Заруба придержал Янычара, осматривая подходы к желобу, и хмуро спросил проводника, ехавшего рядом с ним стремя в стремя:
- Ты уверен, что здесь можно пройти? Посмотри, какая крутизна!
- Люди не пройдут – лошади хиджретов пройдут. Они ходили этой дорогой не раз…
- Да тебе откуда сие ведомо, Уляб?! – воскликнул раздраженно Гнат.
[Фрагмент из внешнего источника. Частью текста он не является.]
class _Coordinator:
    """Runs the not-yet-done planned runs on the cluster, block by block.

    Each free worker gets a whole block (`remote.execute_block`), which it runs
    back to back; each result streams back as an event as soon as its run ends
    and is journalled on arrival by the run engine. The coordinator sleeps on
    one local queue fed by those events and by the blocks' completion, so it
    wakes for work, never to poll. A block whose worker is lost, or whose
    task fails, goes back to the front of the queue with only the runs that
    never came back.
    """

    def __init__(self, folder: Path, exp, planned, done: set, session: dict, progress,
                 scheduler: str, same_host_ok: bool, prior, known_hosts, poll_s: float):
        self.folder, self.exp, self.planned, self.session = folder, exp, planned, session
        self.scheduler, self.same_host_ok, self.poll_s = scheduler, same_host_ok, poll_s
        self.progress = _HostProgress(progress or Progress())
        self.client = _connect(scheduler)
        self.jr = J.Journal(folder)
        cells = CellCache(exp, session)
        self.quality = start_quality(exp, folder, cells, planned)
        if self.quality.cfg.metrics is not None and self.quality.cfg.metrics.file_templates():
            self.quality.notes.append("note: metrics read from files (file:) are read on the "
                                      "coordinator; on a cluster the file must be on a shared "
                                      "path")
        self.engine = RunEngine(exp, folder, session, None, self.jr, quality=self.quality,
                                cells=cells, resumed=len(done), note=self.progress.note)
        for r in prior:
            self.engine.count(r["status"])
        self.position = max([int(r.get("position", -1)) for r in prior], default=-1) + 1
        self.recorded = set(done)
        self.hosts_facts = dict(known_hosts or {})
        self.host_of: dict = {}
        self.workers: dict = {}
        self.queue: collections.deque = collections.deque()
        self.busy: dict[str, list] = {}          # worker address -> its blocks, in order
        self.blocks: dict[str, _Block] = {}      # attempt key -> block (live attempts)
        self.prepared: dict = {}                 # run id -> (pr, Prepared)
        self.attempts = collections.Counter()
        self.events: queue.Queue = queue.Queue()
        self.topic = f"benchharness-{os.getpid()}-{uuid.uuid4().hex[:12]}"
        self.n_attempts = 0
        self.next_check = 0.0

    # -- workers -----------------------------------------------------------------

    def meet_workers(self) -> None:
        """Wait for workers, check they can run our code, record their hosts."""
        workers = _workers(self.client)
        deadline = time.monotonic() + 30
        while not workers and time.monotonic() < deadline:
            time.sleep(0.5)
            workers = _workers(self.client)
        if not workers:
            raise ExecutionError(f"the Dask scheduler at {self.scheduler} has no workers; start "
                                 f"some with `dask worker {self.scheduler} --nthreads 1 "
                                 f"--resources {RESOURCE}=1`")
        try:
            idents = self.client.run(remote.identity)
        except Exception as exc:  # noqa: BLE001 - raised on the worker, re-raised by Dask
            raise ExecutionError(
                f"the workers of {self.scheduler} cannot run benchharness code "
                f"({_one_line(exc)}); install benchharness on every worker (or start "
                f"`dask worker` with it on PYTHONPATH)") from None
        for w in check_workers(workers, idents, self.same_host_ok):
            print(f"warning: {w}", file=sys.stderr)
        self._learn(idents, self.client.run(remote.host_facts))
        self.workers = workers

    def _learn(self, idents: Mapping, facts: Mapping) -> None:
        for addr, ident in idents.items():
            self.host_of[addr] = ident["worker"] if self.same_host_ok else ident["hostname"]
        for addr, f in facts.items():
            self.hosts_facts.setdefault(self.host_of[addr], f)

    def check_workers(self) -> None:
        """Lost workers give their blocks back; new workers are identified (at most
        every ``poll_s``, and whenever a block ended)."""
        now = time.monotonic()
        if now < self.next_check:
            return
        self.next_check = now + self.poll_s
        live = _workers(self.client)
        for addr in list(self.busy):
            if addr not in live:
                self._lost(addr)
        new = [a for a in live if a not in self.host_of]
        if new:
            self._learn(self.client.run(remote.identity, workers=new),
                        self.client.run(remote.host_facts, workers=new))
        self.workers = live

    def _lost(self, addr: str) -> None:
        """A worker is gone: what its blocks did not send back goes to another host."""
        lost = 0
        for block in reversed(self.busy.pop(addr)):
            self.blocks.pop(block.key, None)   # its late events, if any, are ignored
            try:
                block.future.cancel()
            except Exception:  # noqa: BLE001
                pass
            runs = [pr for pr in block.missing() if pr["run"] not in self.recorded]
            if runs:
                self.queue.appendleft(runs)
                lost += len(runs)
        if lost:
            self.progress.note(f"worker {self.host_of.get(addr, addr)} was lost; {lost} "
                               "runs of its block go to another host")

    # -- blocks ------------------------------------------------------------------

    def fill_queue(self, todo: Sequence[Mapping]) -> None:
        """Blocks in plan order; warm-up runs (block 0) one at a time, to any free host."""
        blocks: collections.OrderedDict = collections.OrderedDict()
        for pr in todo:
            blocks.setdefault(pr["block"], []).append(pr)
        for b, runs in blocks.items():
            if b == 0:
                self.queue.extend([[pr] for pr in runs])
            else:
                self.queue.append(list(runs))

    def dispatch(self) -> None:
        """Every live worker holds the block it runs and the next one (``AHEAD``), so
        it goes from one block to the next without waiting for the coordinator."""
        for _ in range(AHEAD):
            for addr in self.workers:
                if len(self.busy.get(addr, ())) < AHEAD and self.queue:
                    self._send(addr, self.queue.popleft())

    def _send(self, addr: str, runs: list) -> None:
        self.n_attempts += 1
        key = f"bh-block-{os.getpid()}-{self.n_attempts}-{runs[0]['run']}"
        payloads = []
        for pr in runs:
            self.attempts[pr["run"]] += 1
            payloads.append(self._payload(pr))
        has_resource = (self.workers.get(addr, {}).get("resources") or {}).get(RESOURCE)
        block = _Block(key, addr, runs)
        self.blocks[key] = block
        self.busy.setdefault(addr, []).append(block)
        block.future = self.client.submit(
            remote.execute_block, payloads, self.topic, key, key=key, workers=[addr],
            allow_other_workers=False, resources={RESOURCE: 1} if has_resource else None,
            pure=False, retries=0)
        block.future.add_done_callback(lambda _f, k=key: self.events.put(("done", k)))

    def _payload(self, pr: Mapping) -> dict:
        eng = self.engine
        p = eng.prepare(pr, sample_later=True, pad=False)  # both done on the worker
        p.pad_bytes = eng.pad_length()
        self.prepared[pr["run"]] = (pr, p)
        out = _payload(p.cell, pr, eng.timeout_s, spec=p.spec,
                       clean_env=eng.controls.clean_env, pad_bytes=p.pad_bytes)
        out["keep_output"] = not self.quality.fast
        return out

    # -- results -----------------------------------------------------------------

    def wait(self) -> None:
        """Sleep until a result or a block's end arrives (or ``poll_s``), then take
        everything that is there."""
        try:
            items = [self.events.get(timeout=self.poll_s)]
        except queue.Empty:
            return
        while True:
            try:
                items.append(self.events.get_nowait())
            except queue.Empty:
                break
        for kind, value in items:
            if kind == "result":
                self._result(value.get("attempt"), value.get("result") or {})
            else:
                self._block_done(value)

    def on_event(self, event) -> None:
        """Called by the Dask client (its own thread) for every streamed result."""
        _ts, msg = event
        self.events.put(("result", msg))

    def _result(self, key, result: Mapping) -> None:
        block = self.blocks.get(key)
        run = result.get("run")
        if block is None or run in self.recorded or run not in self.prepared:
            return  # from an attempt given up on, or a late duplicate: recorded once already
        block.back.add(run)
        pr, p = self.prepared.pop(run)
        ran = self._ran(pr, p, result)
        rec = self.engine.record(dict(pr, position=self.position), ran, extra={
            "host": self.host_of.get(block.addr, result.get("hostname")),
            "worker": result.get("worker"), "host_position": result.get("host_position")})
        self.position += 1
        self.recorded.add(run)
        self.progress.advance(rec, " ".join(f"{k}={v}" for k, v in pr["levels"].items()))

    def _ran(self, pr: Mapping, p, result: Mapping):
        md = result.get("measurement")
        if md is None:
            ran = not_run(pr, result.get("not_run") or "not run")
        else:
            m = Measurement(**{k: v for k, v in md.items()
                               if k in Measurement.__dataclass_fields__})
            ran = self.engine.conclude(pr, m, p.token, result.get("conditions") or {})
            if result.get("teardown"):
                ran.message = (ran.message + "; " if ran.message else "") + result["teardown"]
        ran.pad_bytes = p.pad_bytes
        return ran

    def _block_done(self, key: str) -> None:
        block = self.blocks.pop(key, None)
        if block is None:
            return  # given up on already (its worker was lost)
        mine = self.busy.get(block.addr, [])
        if block in mine:
            mine.remove(block)
        if not mine:
            self.busy.pop(block.addr, None)
        self.next_check = 0.0
        fut = block.future
        if fut.status == "finished":
            self.blocks[key] = block      # results not streamed yet are taken from here
            for result in fut.result():
                self._result(key, result)
            self.blocks.pop(key, None)
            rest = [pr for pr in block.missing() if pr["run"] not in self.recorded]
            if rest:
                self.queue.appendleft(rest)   # stopped before its end
            return
        self._failed(block)

    def _failed(self, block: _Block) -> None:
        """Errored or cancelled (worker died, comm lost): run what is missing elsewhere."""
        rest = [pr for pr in block.missing() if pr["run"] not in self.recorded]
        if not rest:
            return
        first = rest[0]
        if self.attempts[first["run"]] >= 5:
            why = _one_line(block.future.exception())
            hint = ""
            if "deserializ" in why or "No module" in why:
                hint = ("; the scheduler and workers need the same Python packages as this "
                        "machine, benchharness included")
            raise ExecutionError(f"run {first['run']} failed on the cluster 5 times "
                                 f"({why}){hint}")
        self.queue.appendleft(rest)

    # -- the whole run -------------------------------------------------------------

    def run(self, todo: Sequence[Mapping]) -> None:
        self.meet_workers()
        self.fill_queue(todo)
        self.progress.start(len(self.planned), len(self.planned) - len(todo), self.folder)
        self.client.subscribe_topic(self.topic, self.on_event)
        while self.queue or self.busy:
            self.check_workers()
            self.dispatch()
            if self.busy or self.queue:
                self.wait()
        for note in self.quality.notes:
            self.progress.note(note)
        self.quality.notes.clear()

    def close(self) -> None:
        self.progress.stop()
        self.jr.close()
        try:
            self.client.unsubscribe_topic(self.topic)
        except Exception:  # noqa: BLE001
            pass
        try:
            self.client.close(timeout=5)
        except Exception:  # noqa: BLE001
            pass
- Э-э, - протянул проводник, - давно живу. Скоро сорок пять лет, как живу. И из этих лет - почти десять я был абреком. Так что эти горы – от Кислых вод до самого Понтийского моря я исходил вдоль и поперек. Сначала в одиночку, потом в компании таких же, как я, изгоев. Много горя мы с херифами принесли людям… Пока отец не нашел меня в горах и не отправил в… Москву, где у него к тому времени была большая торговля китайским шелком, осетрами и икрой с Гирканского моря , чихирем и солью, которые закупал у гребенских казаков, и оружием из аула Кубачи. Были у отца и караван-сараи в Астрахани, Нова-Городе, Казани. Вот так получилось, что десять лет я прожил в Москве. Там же отец познакомил меня с воеводами русскими, которые готовили поход на Кавказ, в их числе и полковник Зырянский был. Они предложили мне заранее ехать в родные горы и готовить людей к союзу с Россией. А мой отец всегда говорил, что будущее Кавказа с Россией, захотят этого горцы, или не захотят. Только Россия принесет на Кавказ просвещение и развитие ремесел. А иначе горцы так и будут жить в дикости, как в позапрошлом веке…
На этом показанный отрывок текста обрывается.